Thanks for the info. Didn't want to have the DNR slap me around for having too many bullets.


----------



## ryanh487

rosewood said:


> 5 round limit for deer with shotgun.



They actually got rid of that limit last year


----------



## rosewood

ryanh487 said:


> They actually got rid of that limit last year



I would have argued with someone on that and lost.  thanks.

Directly from the 2016-2017 manual:

DEER & BEAR FIREARMS
• Modern Rifles and Handguns: Centerfire Only, .22-cal. or larger
with expanding bullets. There is no restriction on magazine capacity
for rifles.
• Shotguns: 20-gauge or larger loaded with slugs or buckshot. Buckshot
is not allowed on WMAs, unless otherwise specified.
• Muzzleloaders: .44-cal. or larger, or muzzleloading shotguns 20
gauge or larger.
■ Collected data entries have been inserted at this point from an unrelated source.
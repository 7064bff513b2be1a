import type { CheckItem, FaultItem, SwapItem } from '@/lib/model/code-book'
import { QUANTITIES } from '@/lib/model/meter-profile'
import {
  type BookProblem,
  type Books,
  COUNTS,
  runningSums,
  TELLS,
  widestRatio,
} from './book-problem'

const isHundred = (row: readonly number[]): boolean =>
  Math.abs(row.reduce((sum, x) => sum + x, 0) - 100) < 1e-6

/** [CB6] to [CB8] [CB24] Rows that do not add up, stand in the wrong order, or tell nothing. */
export function checkTables({ shelf }: Books): BookProblem[] {
  return [
    ...shelf.check.flatMap((c) => [...rows(c), ...firstGood(c), ...order(c), ...tellsNothing(c)]),
    ...shelf.swap.flatMap((s) => [...rows(s), ...ownFaultMoves(s), ...tellsNothing(s)]),
    ...shelf.fault.flatMap(byHand),
  ]
}

/** A repair by hand does without the repair's part, and is no surer than with it. */
function byHand({ id, repair }: FaultItem): BookProblem[] {
  const { part, withoutPartOf100, successOf100 } = repair ?? {}
  if (withoutPartOf100 === undefined || successOf100 === undefined) return []
  const words =
    part === null
      ? 'can be repaired without a part, and its repair has none'
      : withoutPartOf100 > successOf100
        ? 'is cured more often without the part than with it'
        : null
  return words === null ? [] : [{ kind: 'order', id, words }]
}

const columnsOf = (item: CheckItem | SwapItem): number =>
  item.kind === 'check' ? item.outcomes.length : 3

function rows(item: CheckItem | SwapItem): BookProblem[] {
  const all: [string, readonly number[]][] = [
    ...Object.entries(item.table),
    ['otherwise', item.otherwise],
  ]
  return all.flatMap(([name, row]) => {
    if (row.length !== columnsOf(item))
      return [
        { kind: 'rows' as const, id: item.id, words: `row ${name} has ${row.length} figures` },
      ]
    if (isHundred(row)) return []
    const sum = row.reduce((total, x) => total + x, 0)
    return [{ kind: 'rows' as const, id: item.id, words: `row ${name} adds to ${sum}, not 100` }]
  })
}

function firstGood({ id, outcomes }: CheckItem): BookProblem[] {
  const right = outcomes.every((o, i) => o.good === (i === 0))
  return right
    ? []
    : [{ kind: 'order', id, words: 'the first outcome, and only it, is the good one' }]
}

function order({ id, table, otherwise }: CheckItem): BookProblem[] {
  const base = runningSums(otherwise)
  return Object.entries(table).flatMap(([fault, row]) => {
    const better = runningSums(row).some((sum, i) => sum > (base[i] ?? 100) + 1e-9)
    return better
      ? [
          {
            kind: 'order' as const,
            id,
            words: `row ${fault} is better than "otherwise": a fault cannot mend`,
          },
        ]
      : []
  })
}

function ownFaultMoves({ id, fault, table, otherwise }: SwapItem): BookProblem[] {
  const own = table[fault]?.[2] ?? 0
  const others = Object.entries(table).flatMap(([name, row]) => (name === fault ? [] : [row[2]]))
  return own > Math.max(otherwise[2], ...others)
    ? []
    : [{ kind: 'order', id, words: `"gone and back" is not likeliest with its own fault ${fault}` }]
}

function tellsNothing(item: CheckItem | SwapItem): BookProblem[] {
  const all = [...Object.values(item.table), item.otherwise]
  const tells = all.some((a, i) =>
    all.slice(i + 1).some((b) => widestRatio(item, [a, b], COUNTS.forCheck) >= TELLS),
  )
  return tells
    ? []
    : [{ kind: 'tellsNothing', id: item.id, words: `no two rows part by ${TELLS} to 1` }]
}

const VERDICTS = ['in', 'tooClose', 'outLow', 'outHigh']

/** [CB15] Numeric checks: pieces, limits, the verdicts they can have, and the figure of a spec sheet they use. */
export function checkReadings({ shelf, models }: Books): BookProblem[] {
  const values = models.flatMap((m) =>
    (m.specSheet?.components ?? []).flatMap((c) =>
      c.values.map((v) => ({ component: c.id, ...v })),
    ),
  )
  const wrongUnits = values
    .filter((v) => v.unit !== QUANTITIES[v.quantity])
    .map((v) => ({
      kind: 'reading' as const,
      id: v.id,
      words: `${v.quantity} is kept in ${QUANTITIES[v.quantity]}`,
    }))
  return [...wrongUnits, ...shelf.check.flatMap((check) => readingOf(check, values))]
}

type Value = { component: string; id: string; quantity: string }

function readingOf(check: CheckItem, values: readonly Value[]): BookProblem[] {
  const { reading } = check
  if (reading === null) return []
  const found: string[] = []
  const figure = values.find((v) => v.component === reading.component && v.id === reading.value)
  // A shop without any spec sheet yet has none to look for it on; its readings are kept without a verdict.
  if (figure === undefined && reading.fallback === null && values.length > 0)
    found.push(`no spec sheet has ${reading.component}/${reading.value}, and there is no fallback`)
  if (figure !== undefined && figure.quantity !== reading.quantity)
    found.push(`${reading.component}/${reading.value} is a ${figure.quantity}`)
  if (reading.fallback !== null && reading.fallback.unit !== QUANTITIES[reading.quantity])
    found.push(`the fallback is not in ${QUANTITIES[reading.quantity]}`)
  for (const [name, pieces] of [
    ['good', reading.good] as const,
    ...Object.entries(reading.byFault),
  ]) {
    const sum = pieces.reduce((total, p) => total + p.weight, 0)
    if (Math.abs(sum - 1) > 1e-9) found.push(`pieces of ${name} weigh ${sum}, not 1`)
    if (pieces.some((p) => p.from >= p.to)) found.push(`a piece of ${name} runs backwards`)
  }
  const ids = check.outcomes.map((o) => o.id)
  if (ids[0] !== 'in' || !ids.includes('tooClose') || ids.some((id) => !VERDICTS.includes(id)))
    found.push(`outcomes of a reading are ${VERDICTS.join(', ')}, "in" first`)
  const stray = Object.keys(reading.byFault).filter((fault) => !(fault in check.table))
  if (stray.length > 0) found.push(`reads ${stray.join(', ')} apart but its table does not`)
  return found.map((words) => ({ kind: 'reading', id: check.id, words }))
}

/** [CB16] Failure kinds: each FMI once, and no role sets more than 100 of 100 kinds. */
export function checkFailures({ shelf }: Books): BookProblem[] {
  const fmis = shelf.failure.flatMap((f) => (f.fmi === null ? [] : [f]))
  const missing = Array.from({ length: 32 }, (_, fmi) => fmi).filter(
    (fmi) => fmis.filter((f) => f.fmi === fmi).length !== 1,
  )
  const sums = new Map<string, number>()
  for (const { byRole } of fmis)
    for (const [role, of100] of Object.entries(byRole ?? {}))
      sums.set(role, (sums.get(role) ?? 0) + of100)
  return [
    ...missing.map((fmi) => ({
      kind: 'failureKinds' as const,
      id: `fmi${fmi}`,
      words: 'stands not exactly once',
    })),
    ...[...sums]
      .filter(([, sum]) => sum > 100 + 1e-9)
      .map(([role, sum]) => ({
        kind: 'failureKinds' as const,
        id: role,
        words: `faults of this role would set ${sum} kinds in 100`,
      })),
  ]
}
Scopes are legal.
TURKEY FIREARMS
Shotguns with No. 2 or smaller shot and any muzzleloading firearm
SMALL GAME & FURBEARER FIREARMS
• Rifles and Handguns: Any .22-cal. or smaller rimfire, air rifle, or
any muzzleloading firearm. For fox & bobcat, centerfire firearms of
.17 caliber and larger may be used. There is no restriction on magazine capacity for rifles.
• Shotguns: Any having shot shell size 3.5 inches or smaller in length with No. 2 or smaller shot.
• Shotguns (Waterfowl): Any 10-gauge or smaller loaded with federally approved nontoxic shot of size “F” or smaller. Lead shot may not be in possession while hunting waterfowl.
SPECIAL FIREARM RESTRICTIONS
• Plugged Shotguns: For hunting game animals other than deer and
bear, shotguns shall be limited to a capacity of not more than 3 shells in the magazine and chamber combined. If a plug is necessary to so
limit the capacity, the plug shall be of 1 piece and incapable of being removed from the loading end of the magazine.
• Suppressors: Lawfully possessed suppressors may be used for hunting on private property. Permission of the landowner is required.


----------



## rosewood

One thing I do like about the GA DNR, they do keep the hunting Regs up with modern technology.  Many states are living off decades old rules.


----------



## bfriendly

SEGeorgia10mm said:


> Thanks for the info. Didn't want to have the DNR slap me around for having too many bullets.



Just be careful if you go to Kalifornia........I think you can only have one bullet in the Magazine, and the gun cannot be chambered. You must say your ABCs in Spanish before you are allowed to chamber the round and pull the trigger..........You also will need a tool to release the magazine. These rules do not apply to any non citizen of the US.


----------



## Lilly001

bfriendly said:


> Just be careful if you go to Kalifornia........I think you can only have one bullet in the Magazine, and the gun cannot be chambered. You must say your ABCs in Spanish before you are allowed to chamber the round and pull the trigger..........You also will need a tool to release the magazine. These rules do not apply to any non citizen of the US.



They allow guns in the Socialist State of Kalifornia?


----------